# How do you solve log_4 x^2 - log_4 (x+1) = 5?

Feb 8, 2016

$x \approx - 0.999 \text{ or } x \approx 1024.999$

#### Explanation:

1) Determine the domain

First of all, let's determin the domain of the two logarithmic expressions.

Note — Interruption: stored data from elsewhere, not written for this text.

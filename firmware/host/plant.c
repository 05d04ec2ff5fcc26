#define _DEFAULT_SOURCE /* M_PI on glibc */
#include "plant.h"

#include <math.h>

void plant_init(plant *pl, const plant_params *p)
{
    pl->p = *p;
    pl->x = pl->v = pl->w = 0.0;
    pl->th = M_PI; /* hanging at rest at the track centre */
    pl->end_stop = 0;
}

/* Force at rest per unit effective command, and the back-EMF's viscous coefficient. */
static void drive_gains(const plant_params *p, double *gain, double *b_emf)
{
    if (!p->voltage_drive) {
        *gain = 1.0;
        *b_emf = 0.0;
        return;
    }
    *gain = p->kt * p->gear_ratio / (p->resistance_ohm * p->pulley_radius_m);
    *b_emf = p->kt * p->kt * p->gear_ratio * p->gear_ratio /
             (p->resistance_ohm * p->pulley_radius_m * p->pulley_radius_m);
}

static void accel(const plant_params *p, double f_rest, double b, double v, double th, double w,
                  double *a, double *alpha)
{
    double ml = p->pendulum_mass_kg * p->com_distance_m, s = sin(th), c = cos(th);
    double jp = p->inertia_com_kgm2 + ml * p->com_distance_m;
    double mt = p->cart_mass_kg + p->pendulum_mass_kg +
                p->rotor_inertia_kgm2 * p->gear_ratio * p->gear_ratio /
                    (p->pulley_radius_m * p->pulley_radius_m);
    double q_th = ml * p->gravity * s - p->pivot_viscous * w, cent = ml * s * w * w, q_x;
    if (v > 0.0)
        q_x = f_rest - b * v - p->cart_coulomb_n;
    else if (v < 0.0)
        q_x = f_rest - b * v + p->cart_coulomb_n;
    else {
        double alpha_stuck = q_th / jp, hold = f_rest + ml * c * alpha_stuck - cent;
        if (fabs(hold) <= p->cart_coulomb_n) {
            *a = 0.0;
            *alpha = alpha_stuck;
            return;
        }
        q_x = hold > 0.0 ? f_rest - p->cart_coulomb_n : f_rest + p->cart_coulomb_n;
    }
    double mlc = ml * c, rhs = q_x - cent, det = mt * jp - mlc * mlc;
    *a = (jp * rhs + mlc * q_th) / det;
    *alpha = (mlc * rhs + mt * q_th) / det;
}

/* Stop the cart at once, as an end stop does: an impulse on the cart alone, so the pendulum keeps
 * its angular momentum about the pivot, J w - m l cos(th) v (sim_device/plant.py does the same). */
static void stop_cart(plant *pl)
{
    const plant_params *p = &pl->p;
    double ml = p->pendulum_mass_kg * p->com_distance_m;
    double jp = p->inertia_com_kgm2 + ml * p->com_distance_m;
    pl->w -= ml / jp * cos(pl->th) * pl->v;
    pl->v = 0.0;
}

void plant_step(plant *pl, double u, double h)
{
    const plant_params *p = &pl->p;
    double gain, b_emf, eff = 0.0, half = p->track_length_m / 2.0;
    double a1, l1, a2, l2, a3, l3, a4, l4, v0 = pl->v;
    drive_gains(p, &gain, &b_emf);
    if (fabs(u) > p->dead_band)
        eff = u > 0 ? u - p->dead_band : u + p->dead_band;
    double f = gain * eff, b = p->cart_viscous + b_emf;
    double x = pl->x, v = pl->v, th = pl->th, w = pl->w;
    accel(p, f, b, v, th, w, &a1, &l1);
    accel(p, f, b, v + h / 2 * a1, th + h / 2 * w, w + h / 2 * l1, &a2, &l2);
    accel(p, f, b, v + h / 2 * a2, th + h / 2 * (w + h / 2 * l1), w + h / 2 * l2, &a3, &l3);
    accel(p, f, b, v + h * a3, th + h * (w + h / 2 * l2), w + h * l3, &a4, &l4);
    pl->x = x + h * (v + h / 6 * (a1 + a2 + a3));
    pl->v = v + h / 6 * (a1 + 2 * a2 + 2 * a3 + a4);
    pl->th = th + h * (w + h / 6 * (l1 + l2 + l3));
    pl->w = w + h / 6 * (l1 + 2 * l2 + 2 * l3 + l4);
    int reversed = p->cart_coulomb_n > 0.0 && ((v0 > 0.0 && pl->v < 0.0) || (v0 < 0.0 && pl->v > 0.0));
    pl->end_stop = fabs(pl->x) >= half;
    if (fabs(pl->x) > half)
        pl->x = pl->x > 0 ? half : -half;
    /* friction reversed the cart within the step (the stick test decides the next one), or it
     * runs into an end stop: stop it */
    if (reversed || (pl->end_stop && pl->v != 0.0 && (pl->v > 0.0) == (pl->x > 0.0)))
        stop_cart(pl);
}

• As ${x}^{2} \ge 0$ for all $x \in \mathbb{R}$, ${\log}_{4} \left({x}^{2}\right)$ is defined for all $x \ne 0$.
• ${\log}_{4} \left(x + 1\right)$ is defined for $x + 1 > 0 \iff x > - 1$

Thus, our domain is $x > - 1$ and $x \ne 0$.

2) Solve the equation

Now let's solve the equation. To start, use the logarithmic law

${\log}_{a} \left(m\right) - {\log}_{a} \left(n\right) = {\log}_{a} \left(\frac{m}{n}\right)$

Thus, you can transform your equation into:

${\log}_{4} \left({x}^{2} / \left(x + 1\right)\right) = 5$

Now, the inverse function of ${\log}_{4} \left(x\right)$ is ${4}^{x}$ which means that both ${\log}_{4} \left({4}^{x}\right) = x$ and ${4}^{{\log}_{4} \left(x\right)} = x$ hold.

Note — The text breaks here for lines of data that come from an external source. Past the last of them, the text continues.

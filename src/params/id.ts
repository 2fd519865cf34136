import type { ParamMatcher } from '@sveltejs/kit';

/** Matches a positive integer id without leading zeros (1 … 4294967295, the UNSIGNED INT range of our keys). */
export const match = ((param: string): param is string => {
	if (!/^[1-9][0-9]{0,9}$/.test(param)) return false;
	return Number(param) <= 4_294_967_295;
}) satisfies ParamMatcher;
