import { todayUtc } from '$lib/format';
import { getArea } from '$lib/server/sites';
import { actorOf, orHttpError } from '$lib/server/route-errors';
import type { PageServerLoad } from './$types';

/** One area with its assets and their model counts. */
export const load = (async ({ params, locals }) => {
	const actor = actorOf(locals.user);
	return { area: await orHttpError(getArea(actor, Number(params.id), todayUtc())) };
}) satisfies PageServerLoad;
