def format_case(name: str, r: dict) -> str:
    if "error" in r:
        return f"{name}: FAILED {r['error']}"
    if "stages" in r:
        return format_stages(name, r)
    if "gflop_per_application" in r:
        return _format_operator(name, r)
    if "matrix_free" in r:
        return _format_paths(name, r)
    if "verify_s" in r:
        fine = r["meshes"][-1]
        return (
            f"{name}: verification {r['verify_s']:.1f} s, finest mesh {fine['elements']} "
            f"elements ({fine['free_dofs']} dofs, mesh {fine['mesh_s']:.1f} s, solve "
            f"{fine['solve_s']:.1f} s); peak {r['max_von_mises_MPa']:.4g} MPa against the "
            f"grid's {r['grid_max_von_mises_MPa']:.4g}; peak memory {r['peak_memory_MB']:.0f} MB"
        )
    if "direct" in r:
        lines = [f"{name}: {r['iterations']} iterations each"]
        for kind in ("iterative", "direct"):
            s = r[kind]
            lines.append(
                f"  {kind:9s} {s['solver']}: {s['per_iteration_s']:.2f} s/iteration "
                f"({_phases(s)}); solver iterations {s['solver_iterations']:.1f}"
            )
        lines.append(
            f"  direct / iterative time per iteration: {r['ratio_direct_to_iterative']:.1f}×; "
            f"compliance differs by {100 * r['compliance_relative_difference']:.3f} %; "
            f"peak memory {r['peak_memory_MB']:.0f} MB"
        )
        return "\n".join(lines)
    line = (
        f"{name}: {r['solver']}, {r['iterations']} iterations"
        + (f" in {r['wall_s']:.0f} s wall" if "wall_s" in r else "")
        + f", {r['per_iteration_s']:.3f} s/iteration "
        f"({_phases(r)}); solver iterations {r['solver_iterations']:.1f}; "
        f"first iteration {r['first_iteration_s']:.2f} s; setup {r['setup_s']:.1f} s; "
        f"final analyses and summary {r['finish_s']:.1f} s; "
        f"peak memory {r['peak_memory_MB']:.0f} MB"
    )
    if "estimate" in r:
        est = r["estimate"]
        mb = est["memory_bytes"] / 2**20
        line += (
            f"\n  levels {r['levels']}; CG iterations per design iteration "
            f"{r['cg_iterations']}; estimate {mb:.0f} MB and "
            f"{est['seconds_per_iteration']:.2f} s/iteration, measured / estimate: "
            f"memory {r['peak_memory_MB'] / mb:.2f}, time "
            f"{r['per_iteration_s'] / est['seconds_per_iteration']:.2f}"
        )
    if "reference" in r:
        ref = r["reference"]
        line += (
            f"\n  medians, paired in time: iteration {ref['median_iteration_s']:.3f} s, "
            "one CHOLMOD "
            f"factorisation + solve {ref['cholmod_factor_and_solve_s']:.3f} s; "
            f"iteration / (factorisation + solve) = {r['ratio_iteration_to_factor_solve']:.2f}"
        )
    return line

Thus, to "eliminate" the logarithmic term, you need to apply ${4}^{x}$ to both sides of the equation:

${x}^{2} / \left(x + 1\right) = {4}^{5}$

${x}^{2} / \left(x + 1\right) = 1024$

... multiply both sides with $\left(x + 1\right)$...

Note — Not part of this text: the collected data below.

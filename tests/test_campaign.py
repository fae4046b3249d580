"""The fault campaign as tests: bad problem files and command lines, each with its
exit code and the words its message must hold; damaged run files; a second writer;
a stopped sweep; a closed stdout. None may leave an output folder or a temporary
file behind."""

import json
import os
import pickle
import sys

import numpy as np
import pytest
from test_errors import GOOD

from topo import runfolder
from topo.cli import main

VOID_AT_SUPPORT = '[[passive]]\nkind = "void"\nregion = { box = { min = [0, 0], max = [3, 10] } }\n'
SECOND_CASE = (
    '[[load_case]]\nname = "{}"\n  [[load_case.force]]\n  region = {{ point = [20.0, 0.0] }}\n'
    "  total = [5.0, 0.0]\n"
)
DUPLICATE_SUPPORT = '[[support]]\nname = "{}"\nregion = {{ face = "y-min" }}\n'

# (label, problem file (text or bytes), expected exit code, words of the message)
BAD_FILES = [
    ("binary file", b"\x89PNG\r\n\x1a\n\x00\x00\x00\rIHDR", 2, ["not UTF-8", "byte 0x89"]),
    (
        "latin-1 text",
        GOOD.replace('name = "plate"', 'name = "plate"\ndescription = "Träger"').encode("latin-1"),
        2,
        ["not UTF-8"],
    ),
    ("NUL character", GOOD + "\x00\n", 2, ["TOML syntax error"]),
    (
        "youngs_modulus 1e308",
        GOOD.replace('preset = "AlSi10Mg"', 'preset = "AlSi10Mg"\nyoungs_modulus = 1e308'),
        2,
        ["material.youngs_modulus", "[1, 1.2e6]", "in MPa"],
    ),
    (
        "youngs_modulus 1e-300",
        GOOD.replace('preset = "AlSi10Mg"', 'preset = "AlSi10Mg"\nyoungs_modulus = 1e-300'),
        2,
        ["material.youngs_modulus", "diamond"],
    ),
    (
        "filter_radius 1e9",
        GOOD.replace("max_iterations = 12", "max_iterations = 12\nfilter_radius = 1e9"),
        2,
        ["optimization.filter_radius", "longest side", "grey"],
    ),
    (
        "filter_radius 26 elements",
        GOOD.replace("max_iterations = 12", "max_iterations = 12\nfilter_radius = 13").replace(
            "element_size = 1.0", "element_size = 0.5"
        ),
        2,
        ["optimization.filter_radius", "25 elements"],
    ),
    (
        "load 1e308 N",
        GOOD.replace("total = [0.0, -10.0]", "total = [0.0, -1e308]"),
        2,
        ["load_case[0].force[0].total[1]", "[-1e9, 1e9]", "100,000 tonnes"],
    ),
    (
        "300-character name",
        GOOD.replace('name = "plate"', f'name = "{"p" * 300}"'),
        2,
        ["name", "300 characters", "at most 100"],
    ),
    (
        "name with a newline",
        GOOD.replace('name = "plate"', 'name = "pl\\nate"'),
        2,
        ["name", "control characters"],
    ),
    (
        "load-case name with a newline",
        GOOD.replace('name = "down"', 'name = "do\\nwn"'),
        2,
        ["load_case[0].name", "one line"],
    ),
    (
        "duplicate support names",
        GOOD.replace('region = { face = "x-min" }', 'name = "clamp"\nregion = { face = "x-min" }')
        + DUPLICATE_SUPPORT.format("clamp"),
        2,
        ["support[1].name", "duplicate name 'clamp'"],
    ),
    (
        "duplicate passive names",
        GOOD + '[[passive]]\nname = "boss"\nkind = "solid"\nregion = { box = { min = [5, 2], '
        'max = [7, 4] } }\n[[passive]]\nname = "boss"\nkind = "void"\n'
        "region = { box = { min = [10, 2], max = [12, 4] } }\n",
        2,
        ["passive[1].name", "duplicate name 'boss'"],
    ),
    (
        "load-case names equal in fields.vtu",
        GOOD.replace('name = "down"', 'name = "left arm"') + SECOND_CASE.format("left_arm"),
        2,
        ["load_case[1].name", "as field names"],
    ),
    (
        "support inside a void region",
        GOOD + VOID_AT_SUPPORT,
        2,
        ["support[0].region", "inside a void"],
    ),
    (
        "volume_fraction 1e-9",
        GOOD.replace("volume_fraction = 0.4", "volume_fraction = 1e-9"),
        2,
        ["optimization.volume_fraction", "less than one element"],
    ),
]


def call(argv, capsys):
    try:
        code = main([str(a) for a in argv])
    except SystemExit as exc:  # argparse refuses a bad option this way
        code = exc.code
    return code, capsys.readouterr().err


def write(path, content):
    (path.write_bytes if isinstance(content, bytes) else path.write_text)(content)
    return path


def nothing_left(tmp_path):
    """No output folder and no temporary file was left in the working folder."""
    names = sorted(p.name for p in tmp_path.rglob("*"))
    assert names == ["p.toml"], names


@pytest.mark.parametrize("label,content,code,words", BAD_FILES, ids=[c[0] for c in BAD_FILES])
def test_bad_problem_file(label, content, code, words, tmp_path, capsys, monkeypatch):
    monkeypatch.chdir(tmp_path)
    f = write(tmp_path / "p.toml", content)
    for command in (["check", f], ["run", f], ["run", f, "--out", tmp_path / "a" / "b"]):
        got, err = call(command, capsys)
        assert got == code, err
        assert str(f) in err and all(w in err for w in words), err
        assert "Traceback" not in err and "internal error" not in err
        nothing_left(tmp_path)  # validated before any folder was made, or cleaned away


# (label, command line after `topo` with {f} the problem file, exit code, words);
# {npy}, {file} are prepared below
BAD_COMMANDS = [
    ("--iso nan", ["run", "{f}", "--iso", "nan"], 2, ["--iso", "(0, 1)"]),
    ("--iso 2.0", ["run", "{f}", "--iso", "2.0"], 2, ["--iso", "(0, 1)", "empty"]),
    ("--iso 0", ["run", "{f}", "--iso", "0"], 2, ["--iso", "(0, 1)"]),
    ("--smooth -5", ["run", "{f}", "--smooth", "-5"], 2, ["--smooth", "at least 0"]),
    (
        "--jobs 0",
        ["sweep", "{f}", "--vary", "optimization.penalty=3", "--jobs", "0"],
        2,
        ["--jobs"],
    ),
    ("--design wrong shape", ["analyze", "{f}", "--design", "{shape}"], 2, ["--design", "(3, 3)"]),
    ("--design corrupt", ["analyze", "{f}", "--design", "{corrupt}"], 2, ["--design", "readable"]),
    ("--design pickled", ["analyze", "{f}", "--design", "{pickled}"], 2, ["--design", "readable"]),
    ("--design missing", ["analyze", "{f}", "--design", "{missing}"], 2, ["--design", "no such"]),
    ("--out is a file", ["run", "{f}", "--out", "{file}"], 2, ["--out", "is a file"]),
    ("--out below a file", ["run", "{f}", "--out", "{below}"], 2, ["--out", "below the file"]),
    ("analyze --out a file", ["analyze", "{f}", "--out", "{file}"], 2, ["--out", "is a file"]),
    (
        "sweep --out a file",
        ["sweep", "{f}", "--vary", "optimization.penalty=3", "--out", "{file}"],
        2,
        ["--out", "is a file"],
    ),
    ("file named outputs", ["run", "{f}"], 2, ["outputs", "below the file"]),
    ("resume no folder", ["run", "--resume", "{missing}"], 2, ["--resume", "no such run folder"]),
    ("run without a file", ["run"], 2, ["give a problem file"]),
    ("export no run", ["export", "{empty}"], 2, ["not a finished run"]),
]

${x}^{2} = 1024 \left(x + 1\right)$

... bring all the terms to the left side...

${x}^{2} - 1024 x - 1024 = 0$

Solve the equation e.g. with the quadratic formula:

$x = \frac{1024 \pm \sqrt{{1024}^{2} + 4 \cdot 1024}}{2} \approx \frac{1024 \pm 1025.998}{2}$

$x \approx - 0.999 \text{ or } x \approx 1024.999$

3) Check the domain

Now, we need to check if both $x$ fit into our domain.

Indeed, $x > - 1$ and $x \ne 0$ holds for both of them, so both are solutions.